Great Recession Deja Vu?: What to say to ignore the peanut gallery

What do you tell fearful clients when they call to suddenly change their investment strategy because of the trending bearish media soundbite? Maybe it is easy to dismiss when the source is dim. But, periodically a few distinguished  voices emerge distinct from the usual chatter of bull, bear, push and pull monkeys shaking their crystal balls for peanuts and spectacle. Then, it can be a challenge to remain strong-willed, rational, disciplined, and tactically calm while peers and social media pages scream of falling skies and hidden treasure. When clients come to advisors with media madness, they need a competent, nerdy, macroeconomic wealth caretaker to tell them a calming economic narrative so they can sleep well.

Leverage, Tariffs, and Brexit — Oh My!

Tariffs, low inflation, and a near $1 trillion budget deficit made Fed Chair Jerome Powell’s interest rate speech a hot ticket at the end of July. It’s the first time in a decade that the central bank noted a change in the monetary course, but Powell’s not the only one sounding alarms. Elizabeth Warren, a Democratic presidential primary candidate rang an economic contraction warning that felt familiar to one she made before the Great Recession. It is easy to dismiss hermessage as a political tactic to counter the president’s self-crediting message of a strong and growing economy. However, the IMF and former Fed Chair Janet Yellen echo the same grim narrative of household debt, corporate debt, and new debt instruments bearing unnoticed risk.

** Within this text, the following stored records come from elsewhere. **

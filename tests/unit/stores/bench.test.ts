import '../../helpers/auto-imports'
import { createPinia, setActivePinia } from 'pinia'
import { beforeEach, describe, expect, it } from 'vitest'
import { useBenchStore } from '~/stores/bench'
import type { ScenarioDocument } from '#shared/schemas/document'
import { seededRandom } from '../../helpers/random'

const document: ScenarioDocument = {
  loop: { plant: { form: 'coefficients', numerator: [1], denominator: [1, 1, 0] } },
  controller: { form: 'gain' },
  designPoint: { dampingRatio: 0.6, naturalFrequency: 2 },
  requirements: [],
  notes: '',
}

function loaded() {
  const bench = useBenchStore()
  bench.load({ document, title: 'Slew', machine: 'Crane', mode: 'own', scenarioId: 'abc', version: 3 })
  return bench
}

describe('bench store', () => {
  beforeEach(() => setActivePinia(createPinia()))

  it('holds the design point in rectangular form and leaves what was loaded alone', () => {
    const bench = loaded()
    expect(bench.document.designPoint).toEqual({ re: -1.2, im: 1.6 })
    bench.change((draft) => { draft.notes = 'x' })
    expect(document.notes).toBe('')
    expect(document.designPoint).toEqual({ dampingRatio: 0.6, naturalFrequency: 2 })
    expect([bench.scenarioId, bench.version, bench.axis]).toEqual(['abc', 3, ''])
  })

  it('makes one step of one drag', () => {
    const bench = loaded()
    bench.beginGesture()
    for (let i = 1; i <= 20; i++) bench.moveDesignPoint({ re: -1 - i, im: 2 })
    bench.endGesture()
    expect(bench.document.designPoint).toEqual({ re: -21, im: 2 })
    bench.undo()
    expect(bench.document.designPoint).toEqual({ re: -1.2, im: 1.6 })
    expect(bench.canUndo).toBe(false)
    bench.redo()
    expect(bench.document.designPoint).toEqual({ re: -21, im: 2 })
    expect(bench.canRedo).toBe(false)
  })

  it('returns to where a drag began when it is cancelled, and leaves no step', () => {
    const bench = loaded()
    bench.beginGesture()
    bench.moveDesignPoint({ re: -9, im: 9 })
    bench.cancelGesture()
    expect(bench.document.designPoint).toEqual({ re: -1.2, im: 1.6 })
    expect([bench.canUndo, bench.canRedo, bench.dirty]).toEqual([false, false, false])
  })

  it('takes undo in the middle of a drag for its cancellation', () => {
    const bench = loaded()
    bench.moveDesignPoint({ re: -5, im: 0 })
    bench.beginGesture()
    bench.moveDesignPoint({ re: -9, im: 9 })
    bench.undo()
    expect(bench.document.designPoint).toEqual({ re: -5, im: 0 })
    expect(bench.canUndo).toBe(true)
  })

  it('leaves no step of a drag that ends where it began', () => {
    const bench = loaded()
    bench.beginGesture()
    bench.moveDesignPoint({ re: -9, im: 9 })
    bench.moveDesignPoint({ re: -1.2, im: 1.6 })
    bench.endGesture()
    expect([bench.canUndo, bench.dirty]).toEqual([false, false])
  })

  it('keeps the upper one of the pair', () => {
    const bench = loaded()
    bench.moveDesignPoint({ re: -1, im: -3 })
    expect(bench.document.designPoint).toEqual({ re: -1, im: 3 })
  })

  it('drops what was undone once something else is done', () => {
    const bench = loaded()
    bench.moveDesignPoint({ re: -2, im: 1 })
    bench.undo()
    bench.change((draft) => { draft.notes = 'another way' })
    expect(bench.canRedo).toBe(false)
    bench.redo()
    expect(bench.document.notes).toBe('another way')
  })

  it('knows what is unsaved: by the document that was sent, by the title, and back again by undo', () => {
    const bench = loaded()
    bench.moveDesignPoint({ re: -2, im: 1 })
    expect(bench.dirty).toBe(true)
    bench.undo()
    expect(bench.dirty).toBe(false)
    bench.redo()
    const sent = bench.document
    bench.moveDesignPoint({ re: -3, im: 1 })
    bench.markSaved({ id: 'abc', version: 4, document: sent })
    expect([bench.dirty, bench.version, bench.mode]).toEqual([true, 4, 'own'])
    bench.undo()
    expect(bench.dirty).toBe(false)
    bench.title = 'Another title'
    expect(bench.dirty).toBe(true)
  })

  it('walks back and forth through any mixture of steps without losing one', () => {
    const random = seededRandom(20261201)
    const bench = loaded()
    const seen = [JSON.stringify(bench.document)]
    for (let i = 0; i < 60; i++) {
      if (random() < 0.5) bench.change((draft) => { draft.notes = `note ${i}` })
      else {
        bench.beginGesture()
        for (let j = 0; j < 3; j++) bench.moveDesignPoint({ re: -random() * 10, im: random() * 10 })
        bench.endGesture()
      }
      seen.push(JSON.stringify(bench.document))
    }
    const back = [JSON.stringify(bench.document)]
    while (bench.canUndo) {
      bench.undo()
      back.unshift(JSON.stringify(bench.document))
    }
    expect(back).toEqual(seen)
    while (bench.canRedo) bench.redo()
    expect(JSON.stringify(bench.document)).toBe(seen.at(-1))
  })
})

When the U.S. Economy looks like it’s preparing to sneeze smaller economies take mitigation measures, so similar recession warnings are chiming around the world. The American shift away from globalization to protectionism has the potential to drastically unsettle economies around the world. Trade tensions are making China’s debt market more unstable. The U.K. is on the brink of tremendously restructuring European economic exchange (on Investing Counterpoint you can read more about Brexit outcomes and the meaning for financial advisors). Ireland’s National Treasury Management Agency stated that the likelihood of the Irish Economy experiencing another recession is 100%! — well, economists aren’t known for their prudence in public relations…

While many economic metrics may be similar to pre-2007, the means for recovery in the event of a recession are not similar. Interest rates are much lower in the U.S. and negative in Europe.  Governments around the world, especially the U.S., are more constricted with fiscal policy because of long-run budget deficits. So being a risk-averse, proactive financial planner is essential.

Let’s Take a Breath and Review the Facts

Ok. So, some alarm bells are starting to ring, but should we duck and cover? Well, we have to peer beyond the trade wars, inflation and budget battles, because history can be our best crystal ball — really what else do we have? Two notable economists, Maurice Obstfeld and Kenneth Rogoff, looked beyond the shocks caused by mortgage backed securities and credit default swaps to find the truth in the aftermath of the last U.S. financial crisis. They found that the shocks were devastating because they played upon existing economic weaknesses which were allowed to fester for years.

  • rising real estate prices;
  • a simultaneously rising and high current account deficit;
  • heavily leveraged financial entities;
  • exchange rate and trade imbalances.

So, in this series Great Recession Deja Vu? we will explore these underlying economic weaknesses to see how they contributed to the last financial crisis and whether they linger today. Finally, we will connect these ideas into a risk narrative to alleviate the anxiety of those attuned to attention grabbing pundit anecdotes. A review of how these indicators mark the present economy and how they could pose repeating risk factors will give you some of what you need to reassure clients.

Fear spreads like a pandemic. Accessible information in the dense cloud of media in which we all daily immerse ourselves is making these recession signals more apparent to every investor. Financial advisors need to be prepared to explain risk narratives to their clients. While it is nearly impossible to know when you are in a market bubble or careening towards an economic recession, you can follow this series to better understand these imbalance indicators and be informed fiduciaries for your investor clients.